Si, pero la caricatura no es de ataque de "buffer overflow" sino de un "*sql injection*"


----------



## palurdo (Oct 5, 2016)

Dr. Zoidberg dijo:


> Si, pero la caricatura no es de ataque de "buffer overflow" sino de un "*sql injection*"



Si, eso ya lo se, pero de xkcd no hay ningun chiste que yo sepa sobre el buffer overflow, asi que he puesto esa viñeta porque es un ataque como tantos otros donde interviene una cadena "especial", vamos, que hay que tomar precauciones, ya sea por SQL injection, por Buffer Overflow, XSS Scripting, ARP poisoning, DNS hijacking (esta es la favorita de los malwares) etc...

Edit: Si que hay una caricatura de xkcd sobre el buffer overflow... Pero no es tan graciosa


----------



## TRILO-BYTE (Oct 5, 2016)

estan escribiendo algo que mi no entender y si mi no entender el colega que pregunto por un programa de escuela pues lo estan haciendo bolas.

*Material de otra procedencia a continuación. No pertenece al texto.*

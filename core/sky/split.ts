import * as maths from '../maths/maths.ts';
import { relativeAirMass1966, SEA_LEVEL_hPa } from './air-mass.ts';
import { DIRINT_FACTORS } from './dirint-factors.ts';
import { extraterrestrialSpencer, SOLAR_CONSTANT } from './extraterrestrial.ts';

/** Global irradiance on the level, split into beam facing the sun and diffuse on the level [W/m²]. */
export type Split = { readonly beamNormal_Wm2: number; readonly diffuse_Wm2: number };

/** One measured or modelled value of global irradiance and the sun at its instant. */
export type GlobalReading = {
  readonly global_Wm2: number;
  /** True zenith angle, without refraction [rad]. */
  readonly zenith_rad: number;
  /** 1 = 1 January, of the instant in UTC. */
  readonly dayOfYear: number;
};

/** Below this height of the sun its cosine stands still, so that clearness does not run away at sunrise (86.3°). */
const LOWEST_COS = 0.065;
/** Lower sun than this gives no beam: the fits have no data there. */
const LOWEST_SUN_rad = (87 * Math.PI) / 180;
/** The air mass at which the DISC fit stops. */
const LONGEST_PATH = 12;

export const SPLIT_NOTES = {
  erbs: {
    name: 'Erbs 1982',
    source: 'D. G. Erbs, S. A. Klein, J. A. Duffie, Solar Energy 28, 293–302 (1982)',
    needs: 'global irradiance',
    valid: 'hourly values, sun at 3° or higher; the beam of single hours scatters widely',
  },
  disc: {
    name: 'DISC 1987',
    source:
      'E. L. Maxwell, A quasi-physical model for converting hourly global horizontal to direct normal insolation, SERI/TR-215-3087 (1987)',
    needs: 'global irradiance, pressure',
    valid: 'hourly values, sun at 3° or higher',
  },
  dirint: {
    name: 'DIRINT 1992',
    source: 'R. Perez, P. Ineichen, E. Maxwell, R. Seals, A. Zelenka, ASHRAE Transactions 98 (1), 354–369 (1992)',
    needs: 'a series of global irradiance, pressure; better with dew point',
    valid: 'hourly values in order, sun at 3° or higher',
  },
} as const;

/**
 * Clearness index: global over what would arrive without air, 0 to `most`.
 * @param constant_Wm2  the solar constant that the fit was made with
 */
export function clearnessIndex(reading: GlobalReading, constant_Wm2: number, most = 1): number {
  const outside =
    extraterrestrialSpencer(reading.dayOfYear, constant_Wm2) * Math.max(maths.cos(reading.zenith_rad), LOWEST_COS);
  return Math.min(most, Math.max(0, reading.global_Wm2 / outside));
}

/** Diffuse is what global leaves after the beam on the level; never below 0, where a fit gives more beam than there is light. */
const rest = (reading: GlobalReading, beam: number): number =>
  Math.max(0, reading.global_Wm2 - beam * maths.cos(reading.zenith_rad));

const sunless = (reading: GlobalReading): boolean =>
  !(reading.global_Wm2 >= 0) || !(reading.zenith_rad <= LOWEST_SUN_rad);

/**
 * Diffuse share from the clearness alone.
 * @returns beam and diffuse [W/m²]; with the sun below 3° all of it is diffuse
 * @see D. G. Erbs, S. A. Klein, J. A. Duffie, Solar Energy 28, 293–302 (1982)
 */
export function erbs(reading: GlobalReading): Split {
  if (sunless(reading)) return { beamNormal_Wm2: 0, diffuse_Wm2: Math.max(0, reading.global_Wm2) };
  const k = clearnessIndex(reading, SOLAR_CONSTANT.astm_Wm2);
  const share =
    k <= 0.22 ? 1 - 0.09 * k : k <= 0.8 ? 0.9511 + k * (-0.1604 + k * (4.388 + k * (-16.638 + k * 12.336))) : 0.165;
  const diffuse = reading.global_Wm2 * share;
  return { beamNormal_Wm2: (reading.global_Wm2 - diffuse) / maths.cos(reading.zenith_rad), diffuse_Wm2: diffuse };
}

/** DISC's intermediate values, which DIRINT goes on from. */
type Disc = { readonly beam: number; readonly clearness: number; readonly airMass: number };

function discBeam(reading: GlobalReading, pressure_hPa: number): Disc {
  const k = clearnessIndex(reading, SOLAR_CONSTANT.disc_Wm2);
  const airMass = Math.min(LONGEST_PATH, (relativeAirMass1966(reading.zenith_rad) * pressure_hPa) / SEA_LEVEL_hPa);
  if (sunless(reading)) return { beam: 0, clearness: k, airMass };
  const cloudy = k <= 0.6;
  const a = cloudy ? 0.512 + k * (-1.56 + k * (2.286 - k * 2.222)) : -5.743 + k * (21.77 + k * (-27.49 + k * 11.56));
  const b = cloudy ? 0.37 + 0.962 * k : 41.4 + k * (-118.5 + k * (66.05 + k * 31.9));
  const c = cloudy ? -0.28 + k * (0.932 - k * 2.048) : -47.01 + k * (184.2 + k * (-222 + k * 73.81));
  const m = airMass;
  const clearest = 0.866 + m * (-0.122 + m * (0.0121 + m * (-0.000653 + m * 1.4e-5)));
  const share = clearest - (a + b * maths.exp(c * m));
  return {
    beam: Math.max(0, share * extraterrestrialSpencer(reading.dayOfYear, SOLAR_CONSTANT.disc_Wm2)),
    clearness: k,
    airMass,
  };
}

/**
 * Beam from clearness and air mass.
 * @param pressure_hPa  station pressure
 * @see E. L. Maxwell, SERI/TR-215-3087 (1987)
 */
export function disc(reading: GlobalReading, pressure_hPa: number): Split {
  const { beam } = discBeam(reading, pressure_hPa);
  return { beamNormal_Wm2: beam, diffuse_Wm2: rest(reading, beam) };
}

const CLEARNESS_LIMITS = [0.24, 0.4, 0.56, 0.7, 0.8] as const;
const ZENITH_LIMITS_deg = [25, 40, 55, 70, 80] as const;
const STEADINESS_LIMITS = [0.015, 0.035, 0.07, 0.15, 0.3] as const;
const WATER_LIMITS_cm = [1, 2, 3] as const;
const UNKNOWN_STEADINESS = 6;
const UNKNOWN_WATER = 4;

/** Class of a value, 0 first; a value on a limit belongs to the class above. */
const classOf = (value: number, limits: readonly number[]): number => limits.filter((limit) => value >= limit).length;

/** What a series for DIRINT brings beside the readings. */
export type DirintSeries = {
  readonly readings: readonly GlobalReading[];
  /** Station pressure: one for all, or one each [hPa]. */
  readonly pressure_hPa: number | ArrayLike<number>;
  /** Dew points [°C]; absent: the water in the air is not known. */
  readonly dewPoint_C?: ArrayLike<number>;
  /** False when the readings do not follow each other in time; the steadiness of the sky is then not known. */
  readonly inOrder?: boolean;
};

/**
 * Beam from a series: DISC, corrected for how clear, how steady and how humid the sky is. Steadiness of an hour is the mean
 * change of clearness to the hour before and the hour after; at the ends of a series the one neighbour counts alone.
 * @see R. Perez et al., ASHRAE Transactions 98 (1), 354–369 (1992)
 */
export function dirint(series: DirintSeries): Split[] {
  const { readings, pressure_hPa, dewPoint_C, inOrder = true } = series;
  const pressure = (i: number): number =>
    typeof pressure_hPa === 'number' ? pressure_hPa : (pressure_hPa[i] as number);
  const first = readings.map((reading, i) => discBeam(reading, pressure(i)));
  const clearness = first.map(({ clearness: k, airMass }) =>
    Math.min(1, Math.max(0, k / (1.031 * maths.exp(-1.4 / (0.9 + 9.4 / airMass)) + 0.1))),
  );
  return readings.map((reading, i) => {
    const { beam } = first[i] as Disc;
    if (!(beam > 0)) return { beamNormal_Wm2: 0, diffuse_Wm2: Math.max(0, reading.global_Wm2) };
    const steadiness = inOrder ? classOf(unsteadiness(clearness, i), STEADINESS_LIMITS) : UNKNOWN_STEADINESS;
    const water = dewPoint_C
      ? classOf(maths.exp(0.07 * (dewPoint_C[i] as number) - 0.075), WATER_LIMITS_cm)
      : UNKNOWN_WATER;
    const row =
      classOf(clearness[i] as number, CLEARNESS_LIMITS) * 6 +
      classOf((reading.zenith_rad * 180) / Math.PI, ZENITH_LIMITS_deg);
    const corrected = beam * ((DIRINT_FACTORS[row] as readonly number[])[steadiness * 5 + water] as number);
    return { beamNormal_Wm2: corrected, diffuse_Wm2: rest(reading, corrected) };
  });
}

/** Mean change of clearness to the neighbours; NaN neighbours (sun below the horizon) count as none. */
function unsteadiness(clearness: readonly number[], i: number): number {
  const here = clearness[i] as number;
  const steps = [clearness[i - 1], clearness[i + 1]]
    .filter((k): k is number => k !== undefined && !Number.isNaN(k))
    .map((k) => Math.abs(here - k));
  return steps.length === 0 ? 0 : steps.reduce((a, b) => a + b, 0) / steps.length;
}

ahora *fgets* ¿no es para abrir un fichero y obtener una cadena de caracteres?

yo se que es un programa en C pero no se podria usar funciones del C++ y en ese caso usar IOSTREAM para abrir ficheros?


----------



## Dr. Zoidberg (Oct 5, 2016)

fgets te permite operar (no abrir) sobre archivos, pero si usas stdin (que es un archivo --> FILE *) te permite leer del teclado directamente.
El C es muy poderoso, pero hay que saber lo que estas haciendo...
 PD: no podes mezclar la stdio.h con la iostream.h por que se desincronizan los buffers I/O. Sinceramente echaria a los docentes que enseñan esas barbaridades. No tienen NPI de C ni de C++


----------



## TRILO-BYTE (Oct 5, 2016)

jeje por desgracia ami nadie me enseño a programar.
tube que aprender de libros viejos de la biblioteca. 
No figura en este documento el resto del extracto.